WHAT YOU ARE ASKED TO DO: Return the data that follows, keeping every word and mark unchanged.
☆ ☆ ☆ ☆ ☆ ☆ ☆
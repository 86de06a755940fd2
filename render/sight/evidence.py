"""All cues of one pilot against the noise of the three observers, ready for a detector; for one flight or thousands.

Leading axes (...) are free: none for one flight, (B,) for a batch on one time axis or each on its own. Work it in
chunks: a view takes about 12 kB per instant and case.
"""

from __future__ import annotations

from dataclasses import dataclass, replace

import numpy as np

from render.frames import Array
from render.sight import cues as c
from render.sight import detect
from render.sight.geometry import HeightAt, Mask
from render.sight.looks import eyes_inside, last_read
from render.sight.observers import TABLE, TECHNIQUE, VISUAL, effective_sigma
from render.types import OBSERVERS
from scenes.model import Watch

UNHEARD = 1e9  # noise before a call: nothing to hear


@dataclass(frozen=True, slots=True, eq=False)
class Evidence:
    """C cues of one pilot: difference (..., C, T), sigma (..., C, 3, T) for the three observers."""

    names: tuple[str, ...]
    difference: Array
    sigma: Array
    technique: Array  # (..., C, T) the part of sigma that is scatter from flight to flight
    there: Mask  # (..., C, T) where the cue can be had at all
    time_to_ground_s: Array  # (..., T) first order; infinity for the lead, whose cues are not of the ground


def wing_evidence(
    healthy: c.Seat,
    faulted: c.Seat,
    time_s: Array,
    counts: Mask,
    watch: Watch,
    height_at: HeightAt,
    display_line_rad: float | Array,
    called_s: Array | None = None,
    healthy_view: c.View | None = None,
) -> Evidence:
    """What a wing pilot has to go by. The healthy seat may lack the batch axis: one twin for many faults.

    time_s: even, (T,) or (..., T), all of one step; counts: (..., T), true between the fault and contact;
    display_line_rad: the azimuth the ground patches are laid about; called_s: (..., 3), when the lead's three
    observers notice (infinity: never).
    healthy_view: its view if it is at hand already, to save half the work.
    """
    step = _step_s(time_s)
    if healthy_view is None:
        healthy_view = c.view(healthy, height_at, display_line_rad, watch.look_at)
    faulted_view = c.view(faulted, height_at, display_line_rad, watch.look_at)
    found = c.visual_cues(healthy_view, faulted_view)
    found = _late(found | c.felt_cues(healthy, faulted, step), step)
    if watch.gauges_every_s is not None:
        outside = ~eyes_inside(time_s, watch)
        for name in VISUAL:
            cue = found[name]
            found[name] = replace(cue, difference=cue.difference * outside, there=cue.there & outside)
        found["gauge"] = c.Cue(last_read(time_s, c.gauge_reading(healthy, faulted), watch))
    ready = _ready(found, counts, faulted_view.time_to_ground_s)
    if called_s is not None and watch.call_after_s is not None:
        ready = _with_call(ready, time_s, called_s + watch.call_after_s, counts)
    return ready


def lead_evidence(
    load_h: Array, load_f: Array, demand_h: Array, demand_f: Array, force_h_n: Array, force_f_n: Array,
    time_s: Array, counts: Mask,
) -> Evidence:  # fmt: skip
    """What the lead has to go by: load and stick force, healthy and faulted, (..., T)."""
    found = c.lead_cues(load_h, load_f, demand_h, demand_f, force_h_n, force_f_n)
    return _ready(_late(found, _step_s(time_s)), counts, np.full(load_f.shape, np.inf))


def first_notice(time_s: Array, evidence: Evidence) -> tuple[Array, Array]:
    """Detector A: earliest time over the cues (infinity: never) and index of the leading cue, both (..., 3).

    Independent channels race (6.4, the conservative rule). Of cues at the same instant the first listed leads.
    To the microsecond: the last bits depend on how many flights are looked at together, and a map shall be the same
    for any size of its chunks.
    """
    when = detect.notice(time_s, evidence.difference[..., :, None, :], evidence.sigma)  # (..., C, 3)
    when = np.round(when, 6)
    return np.min(when, axis=-2), np.argmin(when, axis=-2)


def _step_s(time_s: Array) -> float:
    first, second = np.ravel(time_s)[:2]
    return float(second - first)


def _late(found: dict[str, c.Cue], step_s: float) -> dict[str, c.Cue]:
    """Each cue by its delay later."""
    return {
        name: replace(cue, difference=detect.delayed(cue.difference, step_s, c.delay_of(name)))
        for name, cue in found.items()
    }


def _ready(found: dict[str, c.Cue], counts: Mask, time_to_ground_s: Array) -> Evidence:
    difference = np.stack([cue.difference * counts for cue in found.values()], axis=-2)
    shape = difference.shape[:-2] + difference.shape[-1:]
    sigma = [
        np.stack([
            np.broadcast_to(
                effective_sigma(name, TABLE[o], cue.eccentricity_rad, cue.widening, cue.scatter), shape
            )
            for o in OBSERVERS
        ], axis=-2)
        for name, cue in found.items()
    ]  # fmt: skip
    there = np.stack([np.broadcast_to(cue.there & counts, shape) for cue in found.values()], axis=-2)
    technique = np.stack([
        np.broadcast_to(np.maximum(TECHNIQUE[name].value, cue.scatter), shape) for name, cue in found.items()
    ], axis=-2)  # fmt: skip
    return Evidence(tuple(found), difference, np.stack(sigma, axis=-3), technique, there, time_to_ground_s)


def _with_call(ready: Evidence, time_s: Array, heard_s: Array, counts: Mask) -> Evidence:
    """Add the lead's call: each observer hears it when the same sort of observer in the lead would have spoken.

    The dwell of the detector stands for the time it takes to understand it.
    """
    earliest = np.min(heard_s, axis=-1)[..., None]
    difference = np.where(time_s >= earliest, 1.0, 0.0) * counts
    noise = np.array([float(effective_sigma("call", TABLE[o], None)) for o in OBSERVERS])
    sigma = np.where(time_s >= heard_s[..., None], noise[:, None], UNHEARD)
    return Evidence(
        (*ready.names, "call"),
        np.concatenate([ready.difference, difference[..., None, :]], axis=-2),
        np.concatenate([ready.sigma, sigma[..., None, :, :]], axis=-3),
        np.concatenate([ready.technique, np.zeros_like(difference)[..., None, :]], axis=-2),
        np.concatenate([ready.there, np.broadcast_to(counts, difference.shape)[..., None, :]], axis=-2),
        ready.time_to_ground_s,
    )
☆ ☆ ☆ ☆ ☆ ☆ ☆
EXPECTED OUTPUT:
repository 86de06a755940fd2
filename render/sight/evidence.py
"""All cues of one pilot against the noise of the three observers, ready for a detector; for one flight or thousands.

Leading axes (...) are free: none for one flight, (B,) for a batch on one time axis or each on its own. Work it in
chunks: a view takes about 12 kB per instant and case.
"""

from __future__ import annotations

from dataclasses import dataclass, replace

import numpy as np

from render.frames import Array
from render.sight import cues as c
from render.sight import detect
from render.sight.geometry import HeightAt, Mask
from render.sight.looks import eyes_inside, last_read
from render.sight.observers import TABLE, TECHNIQUE, VISUAL, effective_sigma
from render.types import OBSERVERS
from scenes.model import Watch

UNHEARD = 1e9  # noise before a call: nothing to hear


@dataclass(frozen=True, slots=True, eq=False)
class Evidence:
    """C cues of one pilot: difference (..., C, T), sigma (..., C, 3, T) for the three observers."""

    names: tuple[str, ...]
    difference: Array
    sigma: Array
    technique: Array  # (..., C, T) the part of sigma that is scatter from flight to flight
    there: Mask  # (..., C, T) where the cue can be had at all
    time_to_ground_s: Array  # (..., T) first order; infinity for the lead, whose cues are not of the ground


def wing_evidence(
    healthy: c.Seat,
    faulted: c.Seat,
    time_s: Array,
    counts: Mask,
    watch: Watch,
    height_at: HeightAt,
    display_line_rad: float | Array,
    called_s: Array | None = None,
    healthy_view: c.View | None = None,
) -> Evidence:
    """What a wing pilot has to go by. The healthy seat may lack the batch axis: one twin for many faults.

    time_s: even, (T,) or (..., T), all of one step; counts: (..., T), true between the fault and contact;
    display_line_rad: the azimuth the ground patches are laid about; called_s: (..., 3), when the lead's three
    observers notice (infinity: never).
    healthy_view: its view if it is at hand already, to save half the work.
    """
    step = _step_s(time_s)
    if healthy_view is None:
        healthy_view = c.view(healthy, height_at, display_line_rad, watch.look_at)
    faulted_view = c.view(faulted, height_at, display_line_rad, watch.look_at)
    found = c.visual_cues(healthy_view, faulted_view)
    found = _late(found | c.felt_cues(healthy, faulted, step), step)
    if watch.gauges_every_s is not None:
        outside = ~eyes_inside(time_s, watch)
        for name in VISUAL:
            cue = found[name]
            found[name] = replace(cue, difference=cue.difference * outside, there=cue.there & outside)
        found["gauge"] = c.Cue(last_read(time_s, c.gauge_reading(healthy, faulted), watch))
    ready = _ready(found, counts, faulted_view.time_to_ground_s)
    if called_s is not None and watch.call_after_s is not None:
        ready = _with_call(ready, time_s, called_s + watch.call_after_s, counts)
    return ready


def lead_evidence(
    load_h: Array, load_f: Array, demand_h: Array, demand_f: Array, force_h_n: Array, force_f_n: Array,
    time_s: Array, counts: Mask,
) -> Evidence:  # fmt: skip
    """What the lead has to go by: load and stick force, healthy and faulted, (..., T)."""
    found = c.lead_cues(load_h, load_f, demand_h, demand_f, force_h_n, force_f_n)
    return _ready(_late(found, _step_s(time_s)), counts, np.full(load_f.shape, np.inf))


def first_notice(time_s: Array, evidence: Evidence) -> tuple[Array, Array]:
    """Detector A: earliest time over the cues (infinity: never) and index of the leading cue, both (..., 3).

    Independent channels race (6.4, the conservative rule). Of cues at the same instant the first listed leads.
    To the microsecond: the last bits depend on how many flights are looked at together, and a map shall be the same
    for any size of its chunks.
    """
    when = detect.notice(time_s, evidence.difference[..., :, None, :], evidence.sigma)  # (..., C, 3)
    when = np.round(when, 6)
    return np.min(when, axis=-2), np.argmin(when, axis=-2)


def _step_s(time_s: Array) -> float:
    first, second = np.ravel(time_s)[:2]
    return float(second - first)


def _late(found: dict[str, c.Cue], step_s: float) -> dict[str, c.Cue]:
    """Each cue by its delay later."""
    return {
        name: replace(cue, difference=detect.delayed(cue.difference, step_s, c.delay_of(name)))
        for name, cue in found.items()
    }


def _ready(found: dict[str, c.Cue], counts: Mask, time_to_ground_s: Array) -> Evidence:
    difference = np.stack([cue.difference * counts for cue in found.values()], axis=-2)
    shape = difference.shape[:-2] + difference.shape[-1:]
    sigma = [
        np.stack([
            np.broadcast_to(
                effective_sigma(name, TABLE[o], cue.eccentricity_rad, cue.widening, cue.scatter), shape
            )
            for o in OBSERVERS
        ], axis=-2)
        for name, cue in found.items()
    ]  # fmt: skip
    there = np.stack([np.broadcast_to(cue.there & counts, shape) for cue in found.values()], axis=-2)
    technique = np.stack([
        np.broadcast_to(np.maximum(TECHNIQUE[name].value, cue.scatter), shape) for name, cue in found.items()
    ], axis=-2)  # fmt: skip
    return Evidence(tuple(found), difference, np.stack(sigma, axis=-3), technique, there, time_to_ground_s)


def _with_call(ready: Evidence, time_s: Array, heard_s: Array, counts: Mask) -> Evidence:
    """Add the lead's call: each observer hears it when the same sort of observer in the lead would have spoken.

    The dwell of the detector stands for the time it takes to understand it.
    """
    earliest = np.min(heard_s, axis=-1)[..., None]
    difference = np.where(time_s >= earliest, 1.0, 0.0) * counts
    noise = np.array([float(effective_sigma("call", TABLE[o], None)) for o in OBSERVERS])
    sigma = np.where(time_s >= heard_s[..., None], noise[:, None], UNHEARD)
    return Evidence(
        (*ready.names, "call"),
        np.concatenate([ready.difference, difference[..., None, :]], axis=-2),
        np.concatenate([ready.sigma, sigma[..., None, :, :]], axis=-3),
        np.concatenate([ready.technique, np.zeros_like(difference)[..., None, :]], axis=-2),
        np.concatenate([ready.there, np.broadcast_to(counts, difference.shape)[..., None, :]], axis=-2),
        ready.time_to_ground_s,
    )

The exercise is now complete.